§ **Task objective**: Look at each line of the listing. Copy those that hold the string "getBoundingClientRect".

§ **Source records**:
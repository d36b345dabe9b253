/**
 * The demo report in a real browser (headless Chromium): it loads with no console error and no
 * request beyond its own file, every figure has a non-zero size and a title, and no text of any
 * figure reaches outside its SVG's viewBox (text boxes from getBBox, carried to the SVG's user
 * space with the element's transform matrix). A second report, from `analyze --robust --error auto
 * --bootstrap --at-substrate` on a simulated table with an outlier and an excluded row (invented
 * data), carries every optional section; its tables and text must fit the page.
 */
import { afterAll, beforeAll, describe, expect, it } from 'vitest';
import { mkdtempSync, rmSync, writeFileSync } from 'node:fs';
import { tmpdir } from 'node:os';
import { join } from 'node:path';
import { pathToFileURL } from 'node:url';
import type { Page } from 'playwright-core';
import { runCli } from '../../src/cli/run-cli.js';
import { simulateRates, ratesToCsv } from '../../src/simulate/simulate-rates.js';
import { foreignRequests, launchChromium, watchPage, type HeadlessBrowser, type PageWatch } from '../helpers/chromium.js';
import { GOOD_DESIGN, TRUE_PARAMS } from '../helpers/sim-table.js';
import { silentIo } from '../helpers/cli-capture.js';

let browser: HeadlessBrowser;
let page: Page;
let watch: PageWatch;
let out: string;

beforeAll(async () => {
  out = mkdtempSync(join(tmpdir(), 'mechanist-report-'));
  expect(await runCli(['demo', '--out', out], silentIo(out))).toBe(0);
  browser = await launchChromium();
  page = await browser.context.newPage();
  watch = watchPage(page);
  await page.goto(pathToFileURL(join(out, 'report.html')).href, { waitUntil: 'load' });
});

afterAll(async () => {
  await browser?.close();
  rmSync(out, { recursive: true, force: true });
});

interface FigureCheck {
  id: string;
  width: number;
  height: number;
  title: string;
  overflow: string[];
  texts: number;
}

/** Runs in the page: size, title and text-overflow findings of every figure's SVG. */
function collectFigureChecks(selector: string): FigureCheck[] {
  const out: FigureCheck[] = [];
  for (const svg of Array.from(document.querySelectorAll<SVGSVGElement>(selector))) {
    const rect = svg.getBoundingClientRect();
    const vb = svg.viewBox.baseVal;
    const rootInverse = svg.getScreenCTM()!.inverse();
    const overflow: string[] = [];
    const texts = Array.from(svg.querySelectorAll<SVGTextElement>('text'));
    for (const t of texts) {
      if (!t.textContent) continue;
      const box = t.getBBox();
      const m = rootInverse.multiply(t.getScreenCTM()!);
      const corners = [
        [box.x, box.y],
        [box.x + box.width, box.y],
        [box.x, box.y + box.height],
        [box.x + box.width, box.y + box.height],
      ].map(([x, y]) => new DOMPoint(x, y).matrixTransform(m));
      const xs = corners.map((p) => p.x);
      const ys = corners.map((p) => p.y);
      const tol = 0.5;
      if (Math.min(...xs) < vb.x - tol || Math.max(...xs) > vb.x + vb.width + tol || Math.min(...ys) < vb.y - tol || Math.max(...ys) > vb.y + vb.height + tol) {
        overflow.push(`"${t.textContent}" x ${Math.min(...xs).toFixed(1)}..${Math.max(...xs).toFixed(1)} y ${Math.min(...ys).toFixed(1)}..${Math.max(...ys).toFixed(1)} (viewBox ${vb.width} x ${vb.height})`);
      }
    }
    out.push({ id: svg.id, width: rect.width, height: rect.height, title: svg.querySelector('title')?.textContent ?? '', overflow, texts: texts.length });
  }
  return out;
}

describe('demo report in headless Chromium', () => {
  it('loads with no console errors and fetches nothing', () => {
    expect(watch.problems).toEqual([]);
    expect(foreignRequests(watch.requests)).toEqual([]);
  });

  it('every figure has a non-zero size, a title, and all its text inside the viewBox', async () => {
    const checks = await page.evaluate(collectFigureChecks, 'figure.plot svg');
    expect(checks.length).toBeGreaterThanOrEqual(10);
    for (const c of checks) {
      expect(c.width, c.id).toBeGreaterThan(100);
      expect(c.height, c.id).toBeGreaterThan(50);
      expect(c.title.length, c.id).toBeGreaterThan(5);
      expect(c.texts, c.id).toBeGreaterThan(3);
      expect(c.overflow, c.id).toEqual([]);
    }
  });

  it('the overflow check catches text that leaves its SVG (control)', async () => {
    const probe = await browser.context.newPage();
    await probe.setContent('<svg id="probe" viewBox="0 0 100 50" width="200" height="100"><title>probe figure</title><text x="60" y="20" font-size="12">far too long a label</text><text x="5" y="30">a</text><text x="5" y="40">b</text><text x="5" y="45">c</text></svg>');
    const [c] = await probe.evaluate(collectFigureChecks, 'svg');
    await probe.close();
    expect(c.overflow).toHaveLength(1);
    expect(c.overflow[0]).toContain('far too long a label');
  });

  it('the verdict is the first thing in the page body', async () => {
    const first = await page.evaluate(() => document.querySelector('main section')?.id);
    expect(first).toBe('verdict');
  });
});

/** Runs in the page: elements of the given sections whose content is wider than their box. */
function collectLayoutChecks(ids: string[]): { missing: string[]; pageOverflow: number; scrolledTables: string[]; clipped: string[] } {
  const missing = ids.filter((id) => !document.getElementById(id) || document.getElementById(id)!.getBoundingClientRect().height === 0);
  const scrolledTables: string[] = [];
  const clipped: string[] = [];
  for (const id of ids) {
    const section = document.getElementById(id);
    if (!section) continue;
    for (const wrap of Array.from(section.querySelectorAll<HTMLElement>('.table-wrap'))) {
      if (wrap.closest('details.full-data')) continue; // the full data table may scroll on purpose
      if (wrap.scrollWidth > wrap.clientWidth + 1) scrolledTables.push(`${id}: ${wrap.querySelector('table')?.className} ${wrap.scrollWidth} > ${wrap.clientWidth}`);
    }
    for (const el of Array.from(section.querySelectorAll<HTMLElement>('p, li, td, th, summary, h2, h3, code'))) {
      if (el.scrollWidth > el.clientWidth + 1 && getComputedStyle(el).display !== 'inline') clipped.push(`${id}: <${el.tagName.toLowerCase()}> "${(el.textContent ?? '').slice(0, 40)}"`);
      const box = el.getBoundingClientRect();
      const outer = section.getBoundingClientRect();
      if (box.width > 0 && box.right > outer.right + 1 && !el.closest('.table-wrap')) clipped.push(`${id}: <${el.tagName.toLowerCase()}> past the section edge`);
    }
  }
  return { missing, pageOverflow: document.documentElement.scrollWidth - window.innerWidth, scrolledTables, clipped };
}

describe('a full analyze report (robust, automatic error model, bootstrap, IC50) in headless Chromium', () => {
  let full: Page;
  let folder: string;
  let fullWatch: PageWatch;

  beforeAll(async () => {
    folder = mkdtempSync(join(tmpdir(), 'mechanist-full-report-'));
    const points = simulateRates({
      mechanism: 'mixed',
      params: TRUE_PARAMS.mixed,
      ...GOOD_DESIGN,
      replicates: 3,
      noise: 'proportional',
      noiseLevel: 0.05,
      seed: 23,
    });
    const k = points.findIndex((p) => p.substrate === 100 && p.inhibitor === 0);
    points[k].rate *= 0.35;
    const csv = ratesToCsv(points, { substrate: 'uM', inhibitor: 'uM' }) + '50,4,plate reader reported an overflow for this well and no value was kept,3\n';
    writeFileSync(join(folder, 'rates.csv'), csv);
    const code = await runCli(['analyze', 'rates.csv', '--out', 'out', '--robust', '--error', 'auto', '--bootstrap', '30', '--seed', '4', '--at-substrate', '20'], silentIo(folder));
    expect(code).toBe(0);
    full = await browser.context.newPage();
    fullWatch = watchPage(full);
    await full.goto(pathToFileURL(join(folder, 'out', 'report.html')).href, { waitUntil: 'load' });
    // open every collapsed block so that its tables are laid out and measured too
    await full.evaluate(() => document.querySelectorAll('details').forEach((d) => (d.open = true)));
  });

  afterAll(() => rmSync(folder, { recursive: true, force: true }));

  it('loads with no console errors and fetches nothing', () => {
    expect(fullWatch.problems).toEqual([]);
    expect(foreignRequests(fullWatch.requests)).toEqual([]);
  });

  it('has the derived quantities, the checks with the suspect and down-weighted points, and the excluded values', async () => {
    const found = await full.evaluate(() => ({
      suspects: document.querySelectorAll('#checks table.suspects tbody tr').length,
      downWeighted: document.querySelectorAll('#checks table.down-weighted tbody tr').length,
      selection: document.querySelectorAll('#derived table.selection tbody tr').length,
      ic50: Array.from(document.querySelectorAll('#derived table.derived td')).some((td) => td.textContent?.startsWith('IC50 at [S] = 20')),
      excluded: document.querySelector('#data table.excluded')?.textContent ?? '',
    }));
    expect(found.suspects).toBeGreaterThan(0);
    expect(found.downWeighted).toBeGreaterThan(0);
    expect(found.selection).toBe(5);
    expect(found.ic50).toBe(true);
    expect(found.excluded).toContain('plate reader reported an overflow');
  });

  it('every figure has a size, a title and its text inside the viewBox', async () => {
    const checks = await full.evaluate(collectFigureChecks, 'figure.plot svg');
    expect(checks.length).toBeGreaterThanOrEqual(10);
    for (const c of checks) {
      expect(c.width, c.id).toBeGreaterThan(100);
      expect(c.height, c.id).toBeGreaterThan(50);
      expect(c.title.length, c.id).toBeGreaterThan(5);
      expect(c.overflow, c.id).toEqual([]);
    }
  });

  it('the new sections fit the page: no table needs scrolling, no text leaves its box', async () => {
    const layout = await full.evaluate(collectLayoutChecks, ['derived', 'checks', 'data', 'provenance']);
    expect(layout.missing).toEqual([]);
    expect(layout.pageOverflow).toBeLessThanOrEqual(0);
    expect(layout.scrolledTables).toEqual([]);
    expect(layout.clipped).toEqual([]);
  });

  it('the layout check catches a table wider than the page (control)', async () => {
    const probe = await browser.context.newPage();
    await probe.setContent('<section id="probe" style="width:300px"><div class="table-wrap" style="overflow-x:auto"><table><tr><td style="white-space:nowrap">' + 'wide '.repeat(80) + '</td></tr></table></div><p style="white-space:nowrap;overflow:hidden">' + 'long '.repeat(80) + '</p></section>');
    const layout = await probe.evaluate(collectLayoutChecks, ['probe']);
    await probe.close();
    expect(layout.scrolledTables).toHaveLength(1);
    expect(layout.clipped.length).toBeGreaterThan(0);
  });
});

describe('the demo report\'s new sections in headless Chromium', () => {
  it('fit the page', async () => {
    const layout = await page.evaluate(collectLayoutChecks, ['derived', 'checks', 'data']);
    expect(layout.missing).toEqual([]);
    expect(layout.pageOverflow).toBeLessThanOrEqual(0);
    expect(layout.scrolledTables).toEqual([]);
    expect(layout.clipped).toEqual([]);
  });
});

==

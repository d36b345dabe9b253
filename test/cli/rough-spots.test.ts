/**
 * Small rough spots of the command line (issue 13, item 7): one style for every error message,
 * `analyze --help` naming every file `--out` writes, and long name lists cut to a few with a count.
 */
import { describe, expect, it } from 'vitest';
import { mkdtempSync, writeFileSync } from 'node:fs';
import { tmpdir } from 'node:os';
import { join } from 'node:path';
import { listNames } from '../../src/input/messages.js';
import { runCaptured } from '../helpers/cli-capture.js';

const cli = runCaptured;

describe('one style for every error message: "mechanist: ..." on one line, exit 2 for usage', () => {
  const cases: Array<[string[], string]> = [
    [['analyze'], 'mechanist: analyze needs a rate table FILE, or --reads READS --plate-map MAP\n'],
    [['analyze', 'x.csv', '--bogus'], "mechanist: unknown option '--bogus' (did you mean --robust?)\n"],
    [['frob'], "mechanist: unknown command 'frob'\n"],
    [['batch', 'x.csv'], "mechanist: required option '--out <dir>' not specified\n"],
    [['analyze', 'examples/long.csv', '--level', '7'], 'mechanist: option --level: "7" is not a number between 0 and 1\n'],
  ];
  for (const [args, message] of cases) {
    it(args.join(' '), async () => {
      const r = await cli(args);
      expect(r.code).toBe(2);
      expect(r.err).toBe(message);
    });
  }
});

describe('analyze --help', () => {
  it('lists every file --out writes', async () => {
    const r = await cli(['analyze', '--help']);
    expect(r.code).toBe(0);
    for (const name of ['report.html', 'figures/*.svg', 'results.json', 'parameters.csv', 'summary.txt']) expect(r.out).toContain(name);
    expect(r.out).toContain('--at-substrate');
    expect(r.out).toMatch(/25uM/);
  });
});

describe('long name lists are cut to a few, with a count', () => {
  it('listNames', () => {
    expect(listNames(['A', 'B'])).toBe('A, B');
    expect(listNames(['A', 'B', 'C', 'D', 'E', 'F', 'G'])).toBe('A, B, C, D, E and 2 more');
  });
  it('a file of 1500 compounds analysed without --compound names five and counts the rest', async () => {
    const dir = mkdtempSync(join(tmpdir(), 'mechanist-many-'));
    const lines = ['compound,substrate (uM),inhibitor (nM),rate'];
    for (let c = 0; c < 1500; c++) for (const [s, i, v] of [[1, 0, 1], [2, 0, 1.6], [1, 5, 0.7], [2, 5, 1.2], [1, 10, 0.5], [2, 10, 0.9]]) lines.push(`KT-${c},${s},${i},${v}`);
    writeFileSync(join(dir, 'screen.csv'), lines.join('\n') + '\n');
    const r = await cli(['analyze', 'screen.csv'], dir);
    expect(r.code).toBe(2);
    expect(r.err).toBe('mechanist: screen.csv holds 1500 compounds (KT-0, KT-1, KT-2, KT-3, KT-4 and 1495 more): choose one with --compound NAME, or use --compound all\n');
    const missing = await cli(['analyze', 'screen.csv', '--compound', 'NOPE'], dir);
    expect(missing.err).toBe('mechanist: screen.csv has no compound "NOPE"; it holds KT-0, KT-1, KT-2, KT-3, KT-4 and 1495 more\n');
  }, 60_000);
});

--

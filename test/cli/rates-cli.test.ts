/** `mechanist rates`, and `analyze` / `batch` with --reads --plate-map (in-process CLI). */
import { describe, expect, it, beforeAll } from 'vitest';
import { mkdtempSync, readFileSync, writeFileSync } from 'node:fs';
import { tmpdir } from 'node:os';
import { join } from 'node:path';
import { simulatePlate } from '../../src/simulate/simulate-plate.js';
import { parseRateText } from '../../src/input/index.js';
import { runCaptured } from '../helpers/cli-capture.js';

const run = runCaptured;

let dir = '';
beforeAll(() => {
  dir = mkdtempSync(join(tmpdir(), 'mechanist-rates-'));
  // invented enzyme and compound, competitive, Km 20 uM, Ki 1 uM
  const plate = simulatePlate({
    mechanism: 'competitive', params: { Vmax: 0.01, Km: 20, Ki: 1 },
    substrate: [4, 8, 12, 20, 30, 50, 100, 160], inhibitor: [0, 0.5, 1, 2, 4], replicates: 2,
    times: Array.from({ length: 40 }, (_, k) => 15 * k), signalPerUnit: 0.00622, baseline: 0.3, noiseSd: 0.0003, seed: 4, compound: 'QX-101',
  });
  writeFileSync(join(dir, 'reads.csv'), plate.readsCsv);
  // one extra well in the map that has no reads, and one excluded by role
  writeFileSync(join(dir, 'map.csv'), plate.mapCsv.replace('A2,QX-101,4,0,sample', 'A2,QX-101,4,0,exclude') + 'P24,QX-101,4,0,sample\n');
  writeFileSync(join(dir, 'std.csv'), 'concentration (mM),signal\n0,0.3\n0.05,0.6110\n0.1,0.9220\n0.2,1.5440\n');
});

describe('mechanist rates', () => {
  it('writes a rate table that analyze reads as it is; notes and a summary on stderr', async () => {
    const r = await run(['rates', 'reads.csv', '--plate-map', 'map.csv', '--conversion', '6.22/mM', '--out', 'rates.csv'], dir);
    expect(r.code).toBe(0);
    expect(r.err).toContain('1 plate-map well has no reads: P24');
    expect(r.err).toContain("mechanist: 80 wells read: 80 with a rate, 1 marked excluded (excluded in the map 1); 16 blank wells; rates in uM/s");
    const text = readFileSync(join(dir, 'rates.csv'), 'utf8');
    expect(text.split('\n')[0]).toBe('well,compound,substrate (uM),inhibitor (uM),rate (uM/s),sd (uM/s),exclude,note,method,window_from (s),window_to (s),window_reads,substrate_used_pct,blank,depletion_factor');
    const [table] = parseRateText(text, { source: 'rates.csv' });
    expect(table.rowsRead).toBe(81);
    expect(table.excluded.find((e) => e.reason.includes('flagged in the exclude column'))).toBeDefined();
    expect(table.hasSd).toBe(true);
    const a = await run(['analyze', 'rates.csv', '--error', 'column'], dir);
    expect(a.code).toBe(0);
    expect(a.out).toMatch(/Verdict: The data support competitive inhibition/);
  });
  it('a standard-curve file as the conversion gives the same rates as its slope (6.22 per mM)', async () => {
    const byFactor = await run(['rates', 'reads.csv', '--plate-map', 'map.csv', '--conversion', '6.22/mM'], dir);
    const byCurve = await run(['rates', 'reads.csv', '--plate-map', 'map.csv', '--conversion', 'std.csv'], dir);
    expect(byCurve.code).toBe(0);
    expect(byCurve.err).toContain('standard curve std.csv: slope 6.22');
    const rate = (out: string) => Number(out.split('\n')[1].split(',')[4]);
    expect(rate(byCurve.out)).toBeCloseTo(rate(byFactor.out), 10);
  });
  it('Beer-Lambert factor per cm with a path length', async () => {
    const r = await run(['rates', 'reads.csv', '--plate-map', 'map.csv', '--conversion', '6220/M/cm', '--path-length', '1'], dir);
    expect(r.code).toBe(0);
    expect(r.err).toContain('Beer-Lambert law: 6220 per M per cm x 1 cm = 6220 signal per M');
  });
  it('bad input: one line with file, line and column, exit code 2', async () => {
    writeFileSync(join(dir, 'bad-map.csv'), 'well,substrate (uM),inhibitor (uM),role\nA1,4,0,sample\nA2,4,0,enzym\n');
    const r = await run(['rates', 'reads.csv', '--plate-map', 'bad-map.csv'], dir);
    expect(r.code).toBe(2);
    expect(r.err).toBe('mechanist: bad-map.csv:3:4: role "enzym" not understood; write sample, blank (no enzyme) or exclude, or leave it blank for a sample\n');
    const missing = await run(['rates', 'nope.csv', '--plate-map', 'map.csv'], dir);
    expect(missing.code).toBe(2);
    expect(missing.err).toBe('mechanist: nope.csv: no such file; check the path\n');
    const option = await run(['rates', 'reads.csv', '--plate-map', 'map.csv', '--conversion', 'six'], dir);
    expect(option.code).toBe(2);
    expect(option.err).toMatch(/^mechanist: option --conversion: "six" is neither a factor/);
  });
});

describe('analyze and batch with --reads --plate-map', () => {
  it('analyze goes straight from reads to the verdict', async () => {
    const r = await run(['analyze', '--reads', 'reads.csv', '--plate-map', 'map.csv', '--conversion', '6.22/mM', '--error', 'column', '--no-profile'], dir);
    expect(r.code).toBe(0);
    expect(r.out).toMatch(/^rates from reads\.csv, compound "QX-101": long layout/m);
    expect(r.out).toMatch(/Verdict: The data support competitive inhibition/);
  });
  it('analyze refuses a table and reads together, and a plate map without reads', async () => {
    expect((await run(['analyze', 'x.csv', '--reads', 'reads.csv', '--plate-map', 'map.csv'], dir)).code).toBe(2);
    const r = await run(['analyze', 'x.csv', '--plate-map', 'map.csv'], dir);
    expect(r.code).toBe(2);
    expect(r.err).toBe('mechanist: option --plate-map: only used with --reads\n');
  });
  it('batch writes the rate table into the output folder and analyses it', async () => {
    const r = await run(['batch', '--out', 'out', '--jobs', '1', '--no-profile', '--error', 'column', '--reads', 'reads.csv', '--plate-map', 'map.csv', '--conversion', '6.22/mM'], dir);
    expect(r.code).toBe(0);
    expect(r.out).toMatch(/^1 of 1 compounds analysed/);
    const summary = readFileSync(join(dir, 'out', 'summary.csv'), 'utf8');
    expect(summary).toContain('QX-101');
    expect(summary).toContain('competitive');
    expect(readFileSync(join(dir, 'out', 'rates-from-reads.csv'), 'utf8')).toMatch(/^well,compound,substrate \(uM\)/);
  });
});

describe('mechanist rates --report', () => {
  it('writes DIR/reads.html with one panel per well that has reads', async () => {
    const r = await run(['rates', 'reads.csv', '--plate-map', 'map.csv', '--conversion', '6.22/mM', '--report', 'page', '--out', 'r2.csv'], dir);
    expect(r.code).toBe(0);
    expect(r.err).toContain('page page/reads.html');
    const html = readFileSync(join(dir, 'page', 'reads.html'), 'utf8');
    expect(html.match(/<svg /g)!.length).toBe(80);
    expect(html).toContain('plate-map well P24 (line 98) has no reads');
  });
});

§ **Written response**:
    const rect = svg.getBoundingClientRect();
  const missing = ids.filter((id) => !document.getElementById(id) || document.getElementById(id)!.getBoundingClientRect().height === 0);
      const box = el.getBoundingClientRect();
      const outer = section.getBoundingClientRect();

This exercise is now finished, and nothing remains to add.